In a recent study published in the journal Toxicology Letters, researchers discuss the effect(s) of fluoride exposure on the human microbiome.
Study: Does fluoride exposure impact on the human microbiome? Image Credit: Photozero / Shutterstock.com
The toxicology of fluoride
Community water fluoridation (CWF) significantly improves oral health by decreasing the prevalence of caries. The World Health Organization (WHO) recommends 1 mg/L of sodium fluoride in water for good oral health.
However, chronic exposure to high concentrations can result in dental fluorosis. Skeletal fluorosis is reported in areas with high fluoride levels in groundwater and can cause damage to the joints and bones. Fluoride can also cause tissue damage and exert toxic effects at extremely high concentrations.
Given its toxicity concerns, research efforts are currently investigating the impact of CWF on health. Systematic reviews have found no convincing evidence for the long-term effects of fluoridation at WHO-recommended concentrations in humans.
In the present study, researchers review previous publications to evaluate how fluoride exposure affects the human microbiome.
Fluoride exposure and the microbiome
A healthy microbiome in the oral cavity is essential to prevent periodontal disease and dental caries. It is speculated that fluoride can disrupt the homeostasis between humans and the microbiome.
The microbiome in the gastrointestinal (GI) tract remains exposed to fluoride after drinking fluoridated water. The oral cavity is likely the most exposed to fluoride, as it is the first exposure point.
Fluoride accumulation in dental plaque is well established in people using fluoride dentifrices; however, data on fluoride levels in the mid/lower GI tract are scarce.
Fluoride absorption into tissues increases down the GI tract, with 40% absorbed in the stomach and the remaining in the small intestine. Nearly 10% of fluoride is excreted in feces, thus suggesting all GI tract regions are exposed to fluoride.
Fluoride exhibits antifungal and antibacterial activity and has been shown in vitro to inhibit bacterial growth that may result from enzyme inhibition or acidification of the cytoplasm. Much research has been centered around the effects of fluoride on Streptococcus mutans, a species involved in caries development, with several reports suggesting that acid tolerance is pivotal for its survival in acidic caries.
Effects of fluoride exposure on the microbiome in humans and animals
The researchers performed a literature search using relevant terms on Scopus and PubMed databases. They identified 190 articles published between 1986 and 2022, 41 of which were selected for the final analysis after exclusions were applied. Most human studies examined the effects of fluoride dentifrices, mouthwashes, and varnishes on the oral microbiome.
Several studies found no or limited effects on the oral microbiome, with some suggesting benefits. A few studies examining the impact of silver diamine fluoride on the oral microbiome in caries treatment reported minor plaque microbiome changes in the intervention arm. Likewise, different research groups have studied stannous and fluoride (F/Sn)-containing products.
In general, using F/Sn-containing toothpaste might decrease cariogenic bacteria; however, larger studies are required to corroborate this finding.
Only one study from China analyzed the potential effects of excessive fluoride exposure from drinking water. This study revealed significant changes in the oral microbiome, which included lower Bacteroidetes and higher Firmicutes levels, of children with moderate/severe fluorosis, albeit its significance from a health perspective was unknown.
Among animal studies, many have explored the effects of fluoride on the microbiome. Most studies focused on acute fluoride toxicity and only one assessed the impact of prolonged exposure to low fluoride concentrations.

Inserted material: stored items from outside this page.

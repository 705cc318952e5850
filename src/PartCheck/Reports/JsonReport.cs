using System.Text;
using System.Text.Encodings.Web;
using System.Text.Json;
using PartCheck.Sheets;

namespace PartCheck.Reports;

/// <summary>
/// The report of <c>check</c> for machines: SI numbers, temperatures in K, stable order of keys and items, no NaN or infinity,
/// no time stamp, file names as the user gave them. The text is the same for the same report in any culture.
/// </summary>
public static class JsonReport
{
    internal static readonly JsonWriterOptions Options = new()
    {
        Indented = true,
        IndentSize = 1,
        NewLine = "\n",
        Encoder = JavaScriptEncoder.UnsafeRelaxedJsonEscaping,
    };

    /// <summary>Writes the report.</summary>
    /// <returns>JSON with LF line ends and a line end at its end.</returns>
    public static string Write(CheckReport report)
    {
        ArgumentNullException.ThrowIfNull(report);
        using var bytes = new MemoryStream();
        using (var json = new Utf8JsonWriter(bytes, Options))
        {
            json.WriteStartObject();
            json.List("boards", report.Boards, WriteBoard);
            json.List("complaints", report.Complaints, WriteComplaint);
            json.List("inputs", report.Inputs, WriteInput);
            json.WriteEndObject();
        }

        bytes.WriteByte((byte)'\n');
        return Encoding.UTF8.GetString(bytes.GetBuffer(), 0, checked((int)bytes.Length));
    }

    private static void WriteBoard(Utf8JsonWriter json, BoardReport board)
    {
        json.Text("board", board.Board);
        json.Text("verdict", VerdictWords.Of(board.Verdict));
        json.Text("derating", board.Derating);
        if (board.Assembly is { } assembly)
        {
            json.Text("assembly", assembly);
            json.Texts("channelsNotFitted", board.ChannelsNotFitted);
        }

        if (board.ConcessionsAsOf is { } day)
        {
            json.Day("concessionsAsOf", day);
        }

        if (board.Comparison is { } comparison)
        {
            json.WriteStartObject("comparison");
            JsonComparison.Write(json, comparison);
            json.WriteEndObject();
        }

        json.List("channels", board.Channels, JsonChannel.Write);
        json.List("findings", FindingOrder.WorstFirst(board), JsonFinding.Write);
        if (board.Totals is { } totals)
        {
            json.WriteStartObject("totals");
            WriteTotals(json, totals);
            json.WriteEndObject();
        }
        else
        {
            json.WriteNull("totals");
        }

        json.Text("deratingNote", board.DeratingNote);
        json.Texts("cautions", board.Cautions);
        json.Texts("rules", board.Rules);
        json.Texts("rulesNotJudged", board.RulesNotJudged);
        json.List("assumed", board.Assumed, WriteAssumed);
        json.List("advice", board.Advice, WriteAdvice);
    }

    private static void WriteTotals(Utf8JsonWriter json, BoardTotals totals)
    {
        json.WriteStartObject("supplyCurrent");
        json.Real("min", totals.SupplyMin);
        json.Real("max", totals.SupplyMax);
        json.WriteEndObject();
        json.WriteStartObject("heat");
        json.Real("max", totals.HeatMax);
        json.WriteEndObject();
        json.List("pins", totals.Pins, (into, pin) =>
        {
            into.Text("pin", pin.Pin);
            into.Real("current", pin.Current);
        });
        json.List("hottest", totals.Hottest, (into, part) =>
        {
            into.Text("channel", part.Channel);
            into.Text("reference", part.Reference);
            into.Real("junctionTemperature", part.Tj);
        });
        json.Texts("without", totals.Without);
    }

    internal static void WriteAssumed(Utf8JsonWriter json, AssumedValue assumed)
    {
        json.Text("what", assumed.What);
        json.Text("of", assumed.Of);
        json.Text("value", assumed.Value);
        json.Texts("channels", assumed.Channels);
    }

    private static void WriteAdvice(Utf8JsonWriter json, Advice advice)
    {
        json.Text("channel", advice.Channel);
        json.Text("reference", advice.Reference);
        json.Text("text", advice.Text);
    }

    internal static void WriteComplaint(Utf8JsonWriter json, Complaint complaint)
    {
        json.Text("file", complaint.File);
        json.Text("sheet", complaint.Sheet);
        json.Whole("row", complaint.Row);
        json.Text("column", complaint.Column);
        json.Text("cell", complaint.Cell);
        json.Text("found", complaint.Found);
        json.Text("wanted", complaint.Wanted);
        json.Text("text", complaint.Text);
    }

    internal static void WriteInput(Utf8JsonWriter json, InputFile input)
    {
        json.Text("file", input.File);
        json.Text("sha256", input.Sha256);
    }
}
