namespace PartCheck.Reports;

/// <summary>
/// Order in which a person lists references: runs of digits compare as numbers (Q2 before Q10), everything else by code unit.
/// The result does not depend on the culture.
/// </summary>
public sealed class NaturalOrder : IComparer<string?>
{
    /// <summary>The only instance.</summary>
    public static NaturalOrder Instance { get; } = new();

    /// <inheritdoc/>
    /// <remarks>null comes first. Texts that are equal but for leading zeros compare by code unit.</remarks>
    public int Compare(string? x, string? y)
    {
        if (x is null || y is null)
        {
            return (x is null ? 0 : 1) - (y is null ? 0 : 1);
        }

        int i = 0;
        int j = 0;
        while (i < x.Length && j < y.Length)
        {
            int order;
            if (char.IsAsciiDigit(x[i]) && char.IsAsciiDigit(y[j]))
            {
                ReadOnlySpan<char> left = Digits(x, ref i);
                ReadOnlySpan<char> right = Digits(y, ref j);
                order = left.Length != right.Length ? left.Length - right.Length : left.SequenceCompareTo(right);
            }
            else
            {
                order = x[i++].CompareTo(y[j++]);
            }

            if (order != 0)
            {
                return order;
            }
        }

        int rest = (x.Length - i) - (y.Length - j);
        return rest != 0 ? rest : string.CompareOrdinal(x, y);
    }

    private static ReadOnlySpan<char> Digits(string text, ref int at)
    {
        int start = at;
        while (at < text.Length && char.IsAsciiDigit(text[at]))
        {
            at++;
        }

        return text.AsSpan(start, at - start).TrimStart('0');
    }
}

Rats ingesting water with 50 mg/L fluoride for 30 days exhibited inflamed ileum and gut microbiome alterations. Increasing fluoride concentrations to 100 mg/L caused more extensive changes in the cecum, with reductions in Firmicutes and elevations in Bacteroidetes.
More research is needed to determine if such changes to the gut microbiota also occur in humans exposed to fluoride at recommended concentrations. Besides fluoride, arsenic is present in water in some regions. Mice exposed to 100 mg/L fluoride, 50 mg/L arsenic, or both exhibit cardiovascular defects and gut microbiome changes.

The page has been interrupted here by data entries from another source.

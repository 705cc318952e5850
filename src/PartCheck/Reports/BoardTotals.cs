using PartCheck.Rules;

namespace PartCheck.Reports;

/// <summary>Sums over a board with every channel on at once: currents and powers while on, whatever the duty; SI units.</summary>
/// <param name="SupplyMin">Smallest current from the load supplies [A].</param>
/// <param name="SupplyMax">Largest current from the load supplies [A].</param>
/// <param name="HeatMax">Largest heat of the channels' parts, loads left out [W].</param>
/// <param name="Pins">Largest current of each pin [A].</param>
/// <param name="Hottest">The hottest transistors: channel, reference, highest junction temperature, under PWM the peak [K].</param>
/// <param name="Without">Channels that could not be solved and are left out of the sums.</param>
public sealed record BoardTotals(
    double SupplyMin, double SupplyMax, double HeatMax, IReadOnlyList<(string Pin, double Current)> Pins,
    IReadOnlyList<(string Channel, string Reference, double Tj)> Hottest, IReadOnlyList<string> Without)
{
    private const int Listed = 5;

    /// <summary>Sums up.</summary>
    public static BoardTotals Of(IReadOnlyList<ChannelJudgement> channels, IReadOnlyList<Finding> pins)
    {
        ArgumentNullException.ThrowIfNull(channels);
        ArgumentNullException.ThrowIfNull(pins);
        List<ChannelJudgement> solved = [.. channels.Where(c => c.LoadCurrent is not null)];
        return new BoardTotals(
            solved.Sum(c => c.LoadCurrent!.Min),
            solved.Sum(c => c.LoadCurrent!.Max),
            solved.Sum(c => c.HeatMax ?? 0),
            [.. pins.Where(p => p.Pin is not null && p.Actual is not null).Select(p => (p.Pin!, p.Actual!.Value)).OrderBy(p => p.Item1, StringComparer.Ordinal)],
            [.. solved.SelectMany(c => c.Hottest.Select(h => (c.Channel, h.Reference, h.Tj)))
                .OrderByDescending(h => h.Tj).ThenBy(h => h.Channel, StringComparer.Ordinal).ThenBy(h => h.Reference, StringComparer.Ordinal).Take(Listed)],
            [.. channels.Where(c => c.LoadCurrent is null).Select(c => c.Channel)]);
    }
}
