using System.Globalization;
using System.Text;
using PartCheck.Sheets;

namespace PartCheck.Reports;

/// <summary>Complaints as a person reads them.</summary>
internal static class ComplaintText
{
    /// <summary>Appends the list of complaints; nothing where there is none.</summary>
    internal static void Append(StringBuilder text, IReadOnlyList<Complaint> complaints)
    {
        if (complaints.Count == 0)
        {
            return;
        }

        text.Append(CultureInfo.InvariantCulture, $"Complaints ({complaints.Count}): what could not be read\n");
        foreach (Complaint c in complaints)
        {
            Columns80.Wrap(text, "  ", Place(c) + ": " + c.Text, 4);
            if (c.Found is not null || c.Wanted is not null)
            {
                string found = c.Found is null ? string.Empty : $"found \"{c.Found}\"" + (c.Wanted is null ? string.Empty : ", ");
                Columns80.Wrap(text, "    ", found + (c.Wanted is null ? string.Empty : "wanted " + c.Wanted), 6);
            }
        }

        text.Append('\n');
    }

    private static string Place(Complaint c) =>
        string.Join("!", new[] { c.File, c.Sheet, c.Cell }.OfType<string>()) + (c.Column is null ? string.Empty : $" [{c.Column}]");
}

Precious studies on the oral microbiome suggest that topical fluoride use has little impact and, rather, may be beneficial. However, exposure to fluoride in water at higher concentrations might have a much more severe effect on the oral microbiome.
Animal studies suggest significant changes in the gut and oral microbiomes due to fluoride exposure. Overall, population-based studies are required to determine how CWF and fluoride exposure affects the human microbiome.